Provided data:
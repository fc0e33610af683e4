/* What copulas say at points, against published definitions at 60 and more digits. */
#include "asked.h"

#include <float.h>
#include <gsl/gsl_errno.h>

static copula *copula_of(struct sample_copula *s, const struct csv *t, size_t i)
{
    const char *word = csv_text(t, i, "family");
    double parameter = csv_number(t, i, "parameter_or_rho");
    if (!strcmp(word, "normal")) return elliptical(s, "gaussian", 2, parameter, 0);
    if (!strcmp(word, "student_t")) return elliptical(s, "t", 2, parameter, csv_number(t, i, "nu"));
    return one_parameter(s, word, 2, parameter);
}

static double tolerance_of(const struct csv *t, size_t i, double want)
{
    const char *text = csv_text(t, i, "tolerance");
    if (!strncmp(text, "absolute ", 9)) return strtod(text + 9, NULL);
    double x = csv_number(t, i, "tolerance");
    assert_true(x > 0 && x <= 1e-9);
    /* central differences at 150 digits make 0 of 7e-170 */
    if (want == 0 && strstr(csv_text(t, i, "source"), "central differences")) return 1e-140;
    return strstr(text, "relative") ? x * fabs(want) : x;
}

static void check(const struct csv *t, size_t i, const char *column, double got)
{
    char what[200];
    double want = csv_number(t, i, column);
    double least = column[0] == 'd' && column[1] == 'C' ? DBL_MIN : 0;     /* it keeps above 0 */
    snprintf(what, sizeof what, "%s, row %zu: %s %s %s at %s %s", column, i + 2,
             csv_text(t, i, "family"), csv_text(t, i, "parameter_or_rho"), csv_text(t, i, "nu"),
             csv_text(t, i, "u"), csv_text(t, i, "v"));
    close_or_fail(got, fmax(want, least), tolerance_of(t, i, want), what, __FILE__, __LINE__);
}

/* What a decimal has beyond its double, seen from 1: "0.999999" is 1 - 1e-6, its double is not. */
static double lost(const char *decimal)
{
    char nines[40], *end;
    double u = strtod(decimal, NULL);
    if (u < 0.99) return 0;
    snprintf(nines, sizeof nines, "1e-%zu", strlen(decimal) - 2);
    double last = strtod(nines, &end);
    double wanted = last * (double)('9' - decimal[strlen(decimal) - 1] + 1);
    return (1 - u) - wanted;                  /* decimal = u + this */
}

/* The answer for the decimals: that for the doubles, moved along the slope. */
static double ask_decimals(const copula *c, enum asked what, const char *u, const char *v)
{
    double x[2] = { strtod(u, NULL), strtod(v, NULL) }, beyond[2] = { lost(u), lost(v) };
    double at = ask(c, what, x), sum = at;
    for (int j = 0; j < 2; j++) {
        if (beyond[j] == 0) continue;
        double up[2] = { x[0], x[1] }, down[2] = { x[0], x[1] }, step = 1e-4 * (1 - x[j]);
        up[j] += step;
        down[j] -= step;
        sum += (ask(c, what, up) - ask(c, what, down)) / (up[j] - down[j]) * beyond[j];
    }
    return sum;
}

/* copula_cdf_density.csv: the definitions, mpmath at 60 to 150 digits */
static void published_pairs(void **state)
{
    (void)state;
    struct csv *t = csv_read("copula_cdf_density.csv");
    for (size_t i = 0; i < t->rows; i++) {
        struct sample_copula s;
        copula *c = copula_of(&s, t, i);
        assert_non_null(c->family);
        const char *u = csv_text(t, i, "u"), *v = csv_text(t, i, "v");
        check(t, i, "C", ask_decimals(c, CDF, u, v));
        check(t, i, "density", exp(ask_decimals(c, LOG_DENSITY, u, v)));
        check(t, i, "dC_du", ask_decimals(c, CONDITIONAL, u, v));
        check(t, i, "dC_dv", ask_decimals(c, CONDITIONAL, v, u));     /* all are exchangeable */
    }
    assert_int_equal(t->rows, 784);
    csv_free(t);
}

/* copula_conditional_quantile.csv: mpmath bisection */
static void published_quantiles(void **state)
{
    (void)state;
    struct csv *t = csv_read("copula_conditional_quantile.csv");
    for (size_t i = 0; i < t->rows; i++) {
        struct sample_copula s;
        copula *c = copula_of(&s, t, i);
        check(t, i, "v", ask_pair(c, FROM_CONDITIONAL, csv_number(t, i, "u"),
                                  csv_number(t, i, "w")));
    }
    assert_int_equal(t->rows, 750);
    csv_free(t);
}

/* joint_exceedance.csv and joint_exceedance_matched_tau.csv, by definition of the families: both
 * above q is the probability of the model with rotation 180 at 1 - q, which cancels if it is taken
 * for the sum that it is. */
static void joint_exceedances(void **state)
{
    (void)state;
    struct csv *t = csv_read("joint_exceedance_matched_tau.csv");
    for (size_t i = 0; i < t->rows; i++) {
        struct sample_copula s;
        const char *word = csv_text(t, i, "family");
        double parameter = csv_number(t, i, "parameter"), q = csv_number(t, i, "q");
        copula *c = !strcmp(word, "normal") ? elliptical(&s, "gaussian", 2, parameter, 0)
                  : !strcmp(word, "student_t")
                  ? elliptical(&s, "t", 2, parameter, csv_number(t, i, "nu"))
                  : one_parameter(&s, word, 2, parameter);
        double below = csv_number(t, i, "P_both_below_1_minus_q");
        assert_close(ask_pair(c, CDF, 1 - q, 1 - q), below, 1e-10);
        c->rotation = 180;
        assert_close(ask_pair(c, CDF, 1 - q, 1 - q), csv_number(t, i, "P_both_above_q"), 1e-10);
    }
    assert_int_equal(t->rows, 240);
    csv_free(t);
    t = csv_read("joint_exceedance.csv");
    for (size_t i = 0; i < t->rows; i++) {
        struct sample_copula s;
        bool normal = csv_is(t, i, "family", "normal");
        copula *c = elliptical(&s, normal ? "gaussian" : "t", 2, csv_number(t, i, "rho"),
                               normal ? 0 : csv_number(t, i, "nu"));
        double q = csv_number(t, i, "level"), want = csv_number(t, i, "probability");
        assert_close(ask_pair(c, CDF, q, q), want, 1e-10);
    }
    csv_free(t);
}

Task details: Would you please return all lines from the listing above that contain "sizeof"?

Exercise response:
    snprintf(what, sizeof what, "%s, row %zu: %s %s %s at %s %s", column, i + 2,
    snprintf(nines, sizeof nines, "1e-%zu", strlen(decimal) - 2);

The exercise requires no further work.